Prompt:
Retype each entry exactly.

[Stored items]
━━━━━━━━━━━━━━━━
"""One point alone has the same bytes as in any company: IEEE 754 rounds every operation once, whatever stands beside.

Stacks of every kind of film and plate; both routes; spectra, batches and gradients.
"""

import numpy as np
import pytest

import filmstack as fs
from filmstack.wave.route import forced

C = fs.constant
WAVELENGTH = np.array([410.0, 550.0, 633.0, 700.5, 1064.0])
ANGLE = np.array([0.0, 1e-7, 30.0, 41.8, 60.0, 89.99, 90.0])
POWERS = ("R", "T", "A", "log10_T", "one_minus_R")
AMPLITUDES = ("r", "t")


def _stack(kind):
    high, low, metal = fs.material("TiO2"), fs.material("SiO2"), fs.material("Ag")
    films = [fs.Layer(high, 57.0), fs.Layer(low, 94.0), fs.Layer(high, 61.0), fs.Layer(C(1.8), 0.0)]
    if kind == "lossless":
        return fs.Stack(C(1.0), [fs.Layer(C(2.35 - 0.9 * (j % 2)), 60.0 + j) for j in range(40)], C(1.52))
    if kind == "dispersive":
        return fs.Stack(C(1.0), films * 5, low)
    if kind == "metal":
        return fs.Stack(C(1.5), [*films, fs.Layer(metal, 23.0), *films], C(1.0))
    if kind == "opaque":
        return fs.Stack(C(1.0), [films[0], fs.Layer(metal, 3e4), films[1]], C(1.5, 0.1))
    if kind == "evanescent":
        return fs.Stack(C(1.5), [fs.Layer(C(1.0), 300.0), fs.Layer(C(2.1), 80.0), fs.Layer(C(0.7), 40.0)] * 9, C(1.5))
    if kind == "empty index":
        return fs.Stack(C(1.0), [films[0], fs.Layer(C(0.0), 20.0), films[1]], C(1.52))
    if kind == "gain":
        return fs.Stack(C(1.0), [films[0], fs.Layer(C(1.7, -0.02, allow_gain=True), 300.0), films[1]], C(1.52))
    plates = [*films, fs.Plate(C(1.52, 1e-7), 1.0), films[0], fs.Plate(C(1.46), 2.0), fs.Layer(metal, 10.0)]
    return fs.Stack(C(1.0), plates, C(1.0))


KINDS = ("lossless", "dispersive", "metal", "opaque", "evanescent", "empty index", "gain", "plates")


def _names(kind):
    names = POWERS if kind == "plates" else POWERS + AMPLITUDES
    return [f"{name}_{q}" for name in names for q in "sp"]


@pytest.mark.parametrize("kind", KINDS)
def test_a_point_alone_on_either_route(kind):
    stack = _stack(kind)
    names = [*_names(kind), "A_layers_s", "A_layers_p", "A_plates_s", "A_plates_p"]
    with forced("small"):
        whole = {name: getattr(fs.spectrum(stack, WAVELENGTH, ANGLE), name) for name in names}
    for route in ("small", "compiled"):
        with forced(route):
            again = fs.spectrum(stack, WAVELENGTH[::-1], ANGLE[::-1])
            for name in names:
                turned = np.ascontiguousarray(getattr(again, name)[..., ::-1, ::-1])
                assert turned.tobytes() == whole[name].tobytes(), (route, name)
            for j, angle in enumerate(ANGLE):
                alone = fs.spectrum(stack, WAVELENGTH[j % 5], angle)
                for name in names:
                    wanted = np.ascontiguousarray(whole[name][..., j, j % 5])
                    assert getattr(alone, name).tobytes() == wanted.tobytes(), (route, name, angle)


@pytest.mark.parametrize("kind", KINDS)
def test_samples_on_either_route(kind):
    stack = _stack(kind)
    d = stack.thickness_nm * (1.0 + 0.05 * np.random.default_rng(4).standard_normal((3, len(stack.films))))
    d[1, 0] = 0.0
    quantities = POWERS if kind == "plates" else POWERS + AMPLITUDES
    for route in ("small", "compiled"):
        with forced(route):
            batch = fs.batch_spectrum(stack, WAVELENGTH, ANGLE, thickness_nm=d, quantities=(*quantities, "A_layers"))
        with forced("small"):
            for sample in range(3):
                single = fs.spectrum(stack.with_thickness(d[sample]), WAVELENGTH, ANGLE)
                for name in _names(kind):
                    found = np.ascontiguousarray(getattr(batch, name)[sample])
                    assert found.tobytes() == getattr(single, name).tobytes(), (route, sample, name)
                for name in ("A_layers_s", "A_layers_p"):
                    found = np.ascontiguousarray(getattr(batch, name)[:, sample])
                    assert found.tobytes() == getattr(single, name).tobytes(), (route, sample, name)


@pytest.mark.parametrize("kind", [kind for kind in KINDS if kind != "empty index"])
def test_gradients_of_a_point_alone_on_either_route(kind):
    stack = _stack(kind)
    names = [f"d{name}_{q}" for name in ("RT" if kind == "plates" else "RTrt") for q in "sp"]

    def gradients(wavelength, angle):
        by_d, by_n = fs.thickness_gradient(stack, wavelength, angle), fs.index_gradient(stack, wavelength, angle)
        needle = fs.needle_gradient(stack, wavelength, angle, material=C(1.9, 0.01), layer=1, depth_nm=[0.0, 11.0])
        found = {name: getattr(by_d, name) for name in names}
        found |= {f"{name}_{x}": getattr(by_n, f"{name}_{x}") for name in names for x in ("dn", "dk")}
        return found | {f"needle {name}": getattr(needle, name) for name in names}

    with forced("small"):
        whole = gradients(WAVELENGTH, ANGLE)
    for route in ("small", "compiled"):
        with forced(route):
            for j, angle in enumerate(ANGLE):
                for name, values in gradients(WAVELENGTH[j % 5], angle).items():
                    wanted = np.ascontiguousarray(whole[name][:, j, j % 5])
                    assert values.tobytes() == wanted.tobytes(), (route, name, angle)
━━━━━━━━━━━━━━━━
Response box:
"""One point alone has the same bytes as in any company: IEEE 754 rounds every operation once, whatever stands beside.

Stacks of every kind of film and plate; both routes; spectra, batches and gradients.
"""

import numpy as np
import pytest

import filmstack as fs
from filmstack.wave.route import forced

C = fs.constant
WAVELENGTH = np.array([410.0, 550.0, 633.0, 700.5, 1064.0])
ANGLE = np.array([0.0, 1e-7, 30.0, 41.8, 60.0, 89.99, 90.0])
POWERS = ("R", "T", "A", "log10_T", "one_minus_R")
AMPLITUDES = ("r", "t")


def _stack(kind):
    high, low, metal = fs.material("TiO2"), fs.material("SiO2"), fs.material("Ag")
    films = [fs.Layer(high, 57.0), fs.Layer(low, 94.0), fs.Layer(high, 61.0), fs.Layer(C(1.8), 0.0)]
    if kind == "lossless":
        return fs.Stack(C(1.0), [fs.Layer(C(2.35 - 0.9 * (j % 2)), 60.0 + j) for j in range(40)], C(1.52))
    if kind == "dispersive":
        return fs.Stack(C(1.0), films * 5, low)
    if kind == "metal":
        return fs.Stack(C(1.5), [*films, fs.Layer(metal, 23.0), *films], C(1.0))
    if kind == "opaque":
        return fs.Stack(C(1.0), [films[0], fs.Layer(metal, 3e4), films[1]], C(1.5, 0.1))
    if kind == "evanescent":
        return fs.Stack(C(1.5), [fs.Layer(C(1.0), 300.0), fs.Layer(C(2.1), 80.0), fs.Layer(C(0.7), 40.0)] * 9, C(1.5))
    if kind == "empty index":
        return fs.Stack(C(1.0), [films[0], fs.Layer(C(0.0), 20.0), films[1]], C(1.52))
    if kind == "gain":
        return fs.Stack(C(1.0), [films[0], fs.Layer(C(1.7, -0.02, allow_gain=True), 300.0), films[1]], C(1.52))
    plates = [*films, fs.Plate(C(1.52, 1e-7), 1.0), films[0], fs.Plate(C(1.46), 2.0), fs.Layer(metal, 10.0)]
    return fs.Stack(C(1.0), plates, C(1.0))


KINDS = ("lossless", "dispersive", "metal", "opaque", "evanescent", "empty index", "gain", "plates")


def _names(kind):
    names = POWERS if kind == "plates" else POWERS + AMPLITUDES
    return [f"{name}_{q}" for name in names for q in "sp"]


@pytest.mark.parametrize("kind", KINDS)
def test_a_point_alone_on_either_route(kind):
    stack = _stack(kind)
    names = [*_names(kind), "A_layers_s", "A_layers_p", "A_plates_s", "A_plates_p"]
    with forced("small"):
        whole = {name: getattr(fs.spectrum(stack, WAVELENGTH, ANGLE), name) for name in names}
    for route in ("small", "compiled"):
        with forced(route):
            again = fs.spectrum(stack, WAVELENGTH[::-1], ANGLE[::-1])
            for name in names:
                turned = np.ascontiguousarray(getattr(again, name)[..., ::-1, ::-1])
                assert turned.tobytes() == whole[name].tobytes(), (route, name)
            for j, angle in enumerate(ANGLE):
                alone = fs.spectrum(stack, WAVELENGTH[j % 5], angle)
                for name in names:
                    wanted = np.ascontiguousarray(whole[name][..., j, j % 5])
                    assert getattr(alone, name).tobytes() == wanted.tobytes(), (route, name, angle)


@pytest.mark.parametrize("kind", KINDS)
def test_samples_on_either_route(kind):
    stack = _stack(kind)
    d = stack.thickness_nm * (1.0 + 0.05 * np.random.default_rng(4).standard_normal((3, len(stack.films))))
    d[1, 0] = 0.0
    quantities = POWERS if kind == "plates" else POWERS + AMPLITUDES
    for route in ("small", "compiled"):
        with forced(route):
            batch = fs.batch_spectrum(stack, WAVELENGTH, ANGLE, thickness_nm=d, quantities=(*quantities, "A_layers"))
        with forced("small"):
            for sample in range(3):
                single = fs.spectrum(stack.with_thickness(d[sample]), WAVELENGTH, ANGLE)
                for name in _names(kind):
                    found = np.ascontiguousarray(getattr(batch, name)[sample])
                    assert found.tobytes() == getattr(single, name).tobytes(), (route, sample, name)
                for name in ("A_layers_s", "A_layers_p"):
                    found = np.ascontiguousarray(getattr(batch, name)[:, sample])
                    assert found.tobytes() == getattr(single, name).tobytes(), (route, sample, name)


@pytest.mark.parametrize("kind", [kind for kind in KINDS if kind != "empty index"])
def test_gradients_of_a_point_alone_on_either_route(kind):
    stack = _stack(kind)
    names = [f"d{name}_{q}" for name in ("RT" if kind == "plates" else "RTrt") for q in "sp"]

    def gradients(wavelength, angle):
        by_d, by_n = fs.thickness_gradient(stack, wavelength, angle), fs.index_gradient(stack, wavelength, angle)
        needle = fs.needle_gradient(stack, wavelength, angle, material=C(1.9, 0.01), layer=1, depth_nm=[0.0, 11.0])
        found = {name: getattr(by_d, name) for name in names}
        found |= {f"{name}_{x}": getattr(by_n, f"{name}_{x}") for name in names for x in ("dn", "dk")}
        return found | {f"needle {name}": getattr(needle, name) for name in names}

    with forced("small"):
        whole = gradients(WAVELENGTH, ANGLE)
    for route in ("small", "compiled"):
        with forced(route):
            for j, angle in enumerate(ANGLE):
                for name, values in gradients(WAVELENGTH[j % 5], angle).items():
                    wanted = np.ascontiguousarray(whole[name][:, j, j % 5])
                    assert values.tobytes() == wanted.tobytes(), (route, name, angle)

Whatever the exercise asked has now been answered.